[Opening The records section]

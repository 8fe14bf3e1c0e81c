import { maskEmail } from '@/lib/domain/account/email-address';
import { writeLetter, type Letter } from './letter';

/**
 * The letters about accounts. None repeats what a stranger typed, a name for instance: a sign-up sends a letter to any
 * address that is put in, and must not carry someone's message there.
 *
 * @param siteUrl  public address of the site, without a slash at the end
 */

export function confirmAddressLetter(siteUrl: string, secret: string): Letter {
  return writeLetter({
    subject: 'Confirm your address for Holdfast',
    before: [
      'An account at Holdfast was asked for with this address. Confirm that the address is yours, with the password that you chose, and you are in.',
    ],
    link: { label: 'Confirm this address', url: `${siteUrl}/confirm#token=${secret}` },
    after: [
      'The link works once, within 48 hours. If you did not ask for this, leave it: without the link nothing comes of it.',
    ],
  });
}

export function alreadyAccountLetter(siteUrl: string): Letter {
  return writeLetter({
    subject: 'You already have an account at Holdfast',
    before: [
      'An account at Holdfast was asked for with this address, and you already have one. Nothing was changed: your password is the one that you had.',
    ],
    link: { label: 'Sign in', url: `${siteUrl}/sign-in` },
    after: [
      `If you do not know the password any more, set a new one here: ${siteUrl}/forgotten`,
      'If it was not you who asked, you need do nothing.',
    ],
  });
}

export function resetPasswordLetter(siteUrl: string, secret: string): Letter {
  return writeLetter({
    subject: 'Set a new password for Holdfast',
    before: ['A new password was asked for, for your account at Holdfast.'],
    link: { label: 'Set a new password', url: `${siteUrl}/reset#token=${secret}` },
    after: [
      'The link works once, within one hour. With the new password every device is signed out; what a phone has not yet sent stays on it until you sign in there again.',
      'If it was not you who asked, leave it: your password stays as it is.',
    ],
  });
}

export function passwordChangedLetter(siteUrl: string): Letter {
  return writeLetter({
    subject: 'Your password at Holdfast was changed',
    before: ['The password of your account at Holdfast was changed just now, and your other devices were signed out.'],
    after: [`If it was not you, set a new password at once: ${siteUrl}/forgotten`],
  });
}

export function confirmNewAddressLetter(siteUrl: string, secret: string): Letter {
  return writeLetter({
    subject: 'Confirm your new address for Holdfast',
    before: ['An account at Holdfast is to use this address from now on.'],
    link: { label: 'Use this address', url: `${siteUrl}/new-address#token=${secret}` },
    after: ['The link works once, within 24 hours. If you did not ask for this, leave it: nothing comes of it.'],
  });
}

export function addressInUseLetter(siteUrl: string): Letter {
  return writeLetter({
    subject: 'This address already has an account at Holdfast',
    before: [
      'Another account at Holdfast was to use this address, and you already have an account with it. Nothing was changed.',
    ],
    link: { label: 'Sign in', url: `${siteUrl}/sign-in` },
    after: ['If it was not you who asked, you need do nothing.'],
  });
}

export function newAddressAskedLetter(siteUrl: string, newEmail: string): Letter {
  return writeLetter({
    subject: 'A change of address was asked for at Holdfast',
    before: [
      `Your account at Holdfast is to use another address, ${maskEmail(newEmail)}. Until that one is confirmed nothing changes.`,
    ],
    after: [
      `If it was not you, someone knows your password. Set a new one: ${siteUrl}/forgotten. That also ends the change of address.`,
    ],
  });
}

export function addressChangedLetter(siteUrl: string, newEmail: string): Letter {
  return writeLetter({
    subject: 'Your address at Holdfast was changed',
    before: [
      `Your account at Holdfast now uses another address, ${maskEmail(newEmail)}. This is the last letter to this one.`,
    ],
    after: [`If it was not you, write to whoever runs ${siteUrl} and keep this letter.`],
  });
}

[Closing The records section]

Work request:
Print all entries again, exactly.

Written answer:
repository 8fe14bf3e1c0e81c
import { maskEmail } from '@/lib/domain/account/email-address';
import { writeLetter, type Letter } from './letter';

/**
 * The letters about accounts. None repeats what a stranger typed, a name for instance: a sign-up sends a letter to any
 * address that is put in, and must not carry someone's message there.
 *
 * @param siteUrl  public address of the site, without a slash at the end
 */

export function confirmAddressLetter(siteUrl: string, secret: string): Letter {
  return writeLetter({
    subject: 'Confirm your address for Holdfast',
    before: [
      'An account at Holdfast was asked for with this address. Confirm that the address is yours, with the password that you chose, and you are in.',
    ],
    link: { label: 'Confirm this address', url: `${siteUrl}/confirm#token=${secret}` },
    after: [
      'The link works once, within 48 hours. If you did not ask for this, leave it: without the link nothing comes of it.',
    ],
  });
}

export function alreadyAccountLetter(siteUrl: string): Letter {
  return writeLetter({
    subject: 'You already have an account at Holdfast',
    before: [
      'An account at Holdfast was asked for with this address, and you already have one. Nothing was changed: your password is the one that you had.',
    ],
    link: { label: 'Sign in', url: `${siteUrl}/sign-in` },
    after: [
      `If you do not know the password any more, set a new one here: ${siteUrl}/forgotten`,
      'If it was not you who asked, you need do nothing.',
    ],
  });
}

export function resetPasswordLetter(siteUrl: string, secret: string): Letter {
  return writeLetter({
    subject: 'Set a new password for Holdfast',
    before: ['A new password was asked for, for your account at Holdfast.'],
    link: { label: 'Set a new password', url: `${siteUrl}/reset#token=${secret}` },
    after: [
      'The link works once, within one hour. With the new password every device is signed out; what a phone has not yet sent stays on it until you sign in there again.',
      'If it was not you who asked, leave it: your password stays as it is.',
    ],
  });
}

export function passwordChangedLetter(siteUrl: string): Letter {
  return writeLetter({
    subject: 'Your password at Holdfast was changed',
    before: ['The password of your account at Holdfast was changed just now, and your other devices were signed out.'],
    after: [`If it was not you, set a new password at once: ${siteUrl}/forgotten`],
  });
}

export function confirmNewAddressLetter(siteUrl: string, secret: string): Letter {
  return writeLetter({
    subject: 'Confirm your new address for Holdfast',
    before: ['An account at Holdfast is to use this address from now on.'],
    link: { label: 'Use this address', url: `${siteUrl}/new-address#token=${secret}` },
    after: ['The link works once, within 24 hours. If you did not ask for this, leave it: nothing comes of it.'],
  });
}

export function addressInUseLetter(siteUrl: string): Letter {
  return writeLetter({
    subject: 'This address already has an account at Holdfast',
    before: [
      'Another account at Holdfast was to use this address, and you already have an account with it. Nothing was changed.',
    ],
    link: { label: 'Sign in', url: `${siteUrl}/sign-in` },
    after: ['If it was not you who asked, you need do nothing.'],
  });
}

export function newAddressAskedLetter(siteUrl: string, newEmail: string): Letter {
  return writeLetter({
    subject: 'A change of address was asked for at Holdfast',
    before: [
      `Your account at Holdfast is to use another address, ${maskEmail(newEmail)}. Until that one is confirmed nothing changes.`,
    ],
    after: [
      `If it was not you, someone knows your password. Set a new one: ${siteUrl}/forgotten. That also ends the change of address.`,
    ],
  });
}

export function addressChangedLetter(siteUrl: string, newEmail: string): Letter {
  return writeLetter({
    subject: 'Your address at Holdfast was changed',
    before: [
      `Your account at Holdfast now uses another address, ${maskEmail(newEmail)}. This is the last letter to this one.`,
    ],
    after: [`If it was not you, write to whoever runs ${siteUrl} and keep this letter.`],
  });
}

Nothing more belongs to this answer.